POLITICS & GOVERNMENT: THE ESSENTIALS
(Continued)


E. POLITICS, POLITICAL RESOURCES, & POLITICAL POWER

What are political resources? What is the relationship between political resources and political power? Why are all modern political societies characterized by political inequality? What is the relationship between political resources and economic resources? What is political money? What is its importance?

1. Political Resources--The Sources and Bases of Political Power:

Political power, the capacity to affect significantly the political behavior of others and ulti- mately to shape and control important decisions on public policy adopted and implemented by the government, is based on control of political resources. A political actor--whether an individual person, a family, an interest group or its leadership elite, the leaders and sponsors of a political action committee, the leaders of a political party or one of its fac- tions, a particular governmental institution, office or agency, or the entire government-- possesses and exercises political power because of its control of certain things that are highly valued by large numbers of people within the society. Control of such values by a political actor places it in a position to shape and control the bahavior of other political actors by offering them an allocation of these values or by threatening to withhold from the political actors the things which they value.

The values are political resources. They are the means by which one actor can influence, condition, modify, shape, and control the political behavior of others, including one or more aspects of authoritative decisionmaking and action by the government.

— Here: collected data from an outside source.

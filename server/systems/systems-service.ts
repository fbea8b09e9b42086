/**
 * Systems: create (from a scenario, a template or an imported file), read, save with an
 * optimistic version, duplicate, export and delete. No HTTP objects here; errors are HttpErrors.
 */
import type {
  CreateSystemRequest,
  System,
  SystemAccess as SystemAccessLevel,
  SystemList,
  UpdateSystemRequest,
  VerdictStatus,
} from '../../shared/contracts/systems';
import { parseScenario } from '../../shared/scenario/index';
import type { SessionUser } from '../auth/session-user';
import { requireSystemAccess } from '../auth/system-access';
import type { Database } from '../db/database';
import { badRequest, conflict } from '../http/http-error';
import { describeSystem } from './describe-system';
import { templateScenario } from './system-templates';
import {
  deleteSystemRow,
  findUserName,
  insertSystem,
  listSystemsForUser,
  updateSystemIfVersion,
  type SystemRow,
} from './systems-repository';

type User = Pick<SessionUser, 'id'>;

const asVerdict = (value: string | null): VerdictStatus | null =>
  value === 'ok' || value === 'warning' || value === 'fails' ? value : null;

const asDocument = (value: unknown): Record<string, unknown> =>
  typeof value === 'object' && value !== null && !Array.isArray(value)
    ? (value as Record<string, unknown>)
    : {};

/** The API form of a system row. */
export function toSystem(row: SystemRow, access: SystemAccessLevel, ownerName: string): System {
  return {
    id: row.id,
    name: row.name,
    version: row.version,
    scenario: asDocument(row.scenario),
    ownerId: row.ownerId,
    ownerName,
    access,
    lastVerdict: asVerdict(row.lastVerdict),
    calibration: row.calibration === null ? null : asDocument(row.calibration),
    createdAt: row.createdAt.toISOString(),
    updatedAt: row.updatedAt.toISOString(),
  };
}

/**
 * Checks a scenario document with the shared schema; a failure is a 400 listing every issue with
 * its field path, under `prefix` (e.g. "scenario") when the document is nested in the body.
 * With `name`, the document's `name` is set to it first; the checked document is returned.
 */
export function checkScenarioDocument(
  document: unknown,
  name: string | undefined,
  prefix: string,
): Record<string, unknown> {
  if (typeof document !== 'object' || document === null || Array.isArray(document)) {
    throw badRequest('The scenario must be a JSON object in the scenario/1 format.', [
      { path: prefix || '(body)', message: 'Expected a JSON object.' },
    ]);
  }
  const named = name === undefined ? asDocument(document) : { ...asDocument(document), name };
  const parsed = parseScenario(named);
  if (parsed.success) return named;
  const fields = parsed.issues.map((issue) => ({
    path: prefix ? (issue.path ? `${prefix}.${issue.path}` : prefix) : issue.path || '(body)',
    message: issue.message,
  }));
  const list = fields
    .slice(0, 5)
    .map((f) => f.path)
    .join(', ');
  throw badRequest(
    `The scenario has ${fields.length} problem(s): ${list}${fields.length > 5 ? ', …' : ''}.`,
    fields,
  );
}

/** `GET /api/systems`: the user's own systems, then those shared with them. */
export async function listSystems(db: Database, user: User): Promise<SystemList> {
  const rows = await listSystemsForUser(db, user.id);
  const items = rows.map(({ system, ownerName, shareAccess }) => ({
    id: system.id,
    name: system.name,
    ...describeSystem(system.scenario),
    lastVerdict: asVerdict(system.lastVerdict),
    ownerName,
    access:
      system.ownerId === user.id
        ? ('owner' as const)
        : shareAccess === 'editor'
          ? ('editor' as const)
          : ('viewer' as const),
    updatedAt: system.updatedAt.toISOString(),
  }));
  const rank = (access: SystemAccessLevel): number => (access === 'owner' ? 0 : 1);
  items.sort((a, b) => rank(a.access) - rank(b.access));
  return { items };
}

/** `GET /api/systems/:id`. */
export async function getSystem(db: Database, user: User, systemId: string): Promise<System> {
  const { system, access } = await requireSystemAccess(db, user, systemId, 'read');
  return toSystem(system, access, await findUserName(db, system.ownerId));
}

/** Creates a system owned by `user` from a checked scenario document. */
export async function createSystemFromDocument(
  db: Database,
  user: User,
  name: string,
  document: unknown,
  prefix: string,
  calibration?: unknown,
): Promise<System> {
  const scenario = checkScenarioDocument(document, name, prefix);
  const row = await insertSystem(db, { ownerId: user.id, name, scenario, calibration });
  return toSystem(row, 'owner', await findUserName(db, user.id));
}

/** `POST /api/systems`: from a scenario document or a template. */
export async function createSystem(
  db: Database,
  user: User,
  request: CreateSystemRequest,
): Promise<System> {
  if ('template' in request) {
    return createSystemFromDocument(
      db,
      user,
      request.name,
      templateScenario(request.template),
      'template',
    );
  }
  return createSystemFromDocument(db, user, request.name, request.scenario, 'scenario');
}

/**
 * `POST /api/systems/import`: the body is a scenario file, checked as it is (errors name paths in
 * the file); the system takes the file's name unless `name` is given.
 */
export async function importSystem(
  db: Database,
  user: User,
  file: unknown,
  name?: string,
): Promise<System> {
  const checked = checkScenarioDocument(file, undefined, '');
  const fileName = checked['name'];
  const chosen = name ?? (typeof fileName === 'string' ? fileName.trim().slice(0, 200) : '');
  return createSystemFromDocument(db, user, chosen || 'Imported system', checked, '');
}

/** `PUT /api/systems/:id`: saves if `request.version` is current, else 409 `STALE_VERSION`. */
export async function updateSystem(
  db: Database,
  user: User,
  systemId: string,
  request: UpdateSystemRequest,
): Promise<System> {
  const { system, access } = await requireSystemAccess(db, user, systemId, 'write');
  const name = request.name ?? system.name;
  const scenario = checkScenarioDocument(request.scenario ?? system.scenario, name, 'scenario');
  const saved = await updateSystemIfVersion(db, system.id, request.version, { name, scenario });
  if (!saved) {
    const current = await requireSystemAccess(db, user, systemId, 'read');
    throw conflict(
      `This system was saved elsewhere since you opened it (you have version ${request.version}, the server has ${current.system.version}); reload it and apply your changes again.`,
      'STALE_VERSION',
    );
  }
  return toSystem(saved, access, await findUserName(db, saved.ownerId));
}

/** `POST /api/systems/:id/duplicate`: a copy owned by `user` (scenario and calibration, no runs or shares). */
export async function duplicateSystem(
  db: Database,
  user: User,
  systemId: string,
  name?: string,
): Promise<System> {
  const { system } = await requireSystemAccess(db, user, systemId, 'read');
  const copyName = name ?? `${system.name} (copy)`.slice(0, 200);
  return createSystemFromDocument(
    db,
    user,
    copyName,
    system.scenario,
    'scenario',
    system.calibration,
  );
}

/** `GET /api/systems/:id/scenario.json`: the scenario document and a file name for it. */
export async function exportSystemScenario(
  db: Database,
  user: User,
  systemId: string,
): Promise<{ fileName: string; document: Record<string, unknown> }> {
  const { system } = await requireSystemAccess(db, user, systemId, 'read');
  const slug =
    system.name
      .toLowerCase()
      .replace(/[^a-z0-9]+/g, '-')
      .replace(/^-+|-+$/g, '') || 'system';
  return { fileName: `${slug}.scenario.json`, document: asDocument(system.scenario) };
}

/**
 * `DELETE /api/systems/:id` (owner only); its runs and shares are deleted with it.
 * `beforeDelete` runs once access is checked (the router cancels the system's active runs there).
 */
export async function deleteSystem(
  db: Database,
  user: User,
  systemId: string,
  beforeDelete: () => Promise<void> = async () => {},
): Promise<void> {
  const { system } = await requireSystemAccess(db, user, systemId, 'owner');
  await beforeDelete();
  await deleteSystemRow(db, system.id);
}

Political resources, in short, are the sources and bases of political power.

Political resources include (1) votes and other forms of political support, (2) money, prop- erty, and other material possessions, (3) information, knowledge, and skills, (4) jobs, business contracts, business and professional licenses, permission to extract minerals, timber, and other raw materials from government-owned land, and other means of making possible or facilitating one's making a living or building his fortune, (5) tax credits or reductions targeted to benefit particular groups and businesses firms or the economy as a whole, (6) regulation or deregulation of particular sectors of the economy, (7) economic security resulting from a prosperous and growing national economy and/or from well- funded social-insurance and social-welfare programs, (8) safety from illegitimate physical force and violence and from illegal or arbitrary deprivation of one's life, liberty, or property, (9) reputation and standing in the community, (10) public policies supportive of one's religious, moral, civic, or ideological principles and beliefs, and (11) a great variety of other values.

Control of political resources gives an actor a political power base. The political actor is able to grant or withhold things that are highly valued in the society. The actor can allocate benefits and advantages to those who cooperate and behave politically in the desired manner and can allocate deprivations and disadvantages to those who do not. The actor therefore has the ability to impact significantly on the political behavior of other actors through the actual or promised use of rewards and penalties.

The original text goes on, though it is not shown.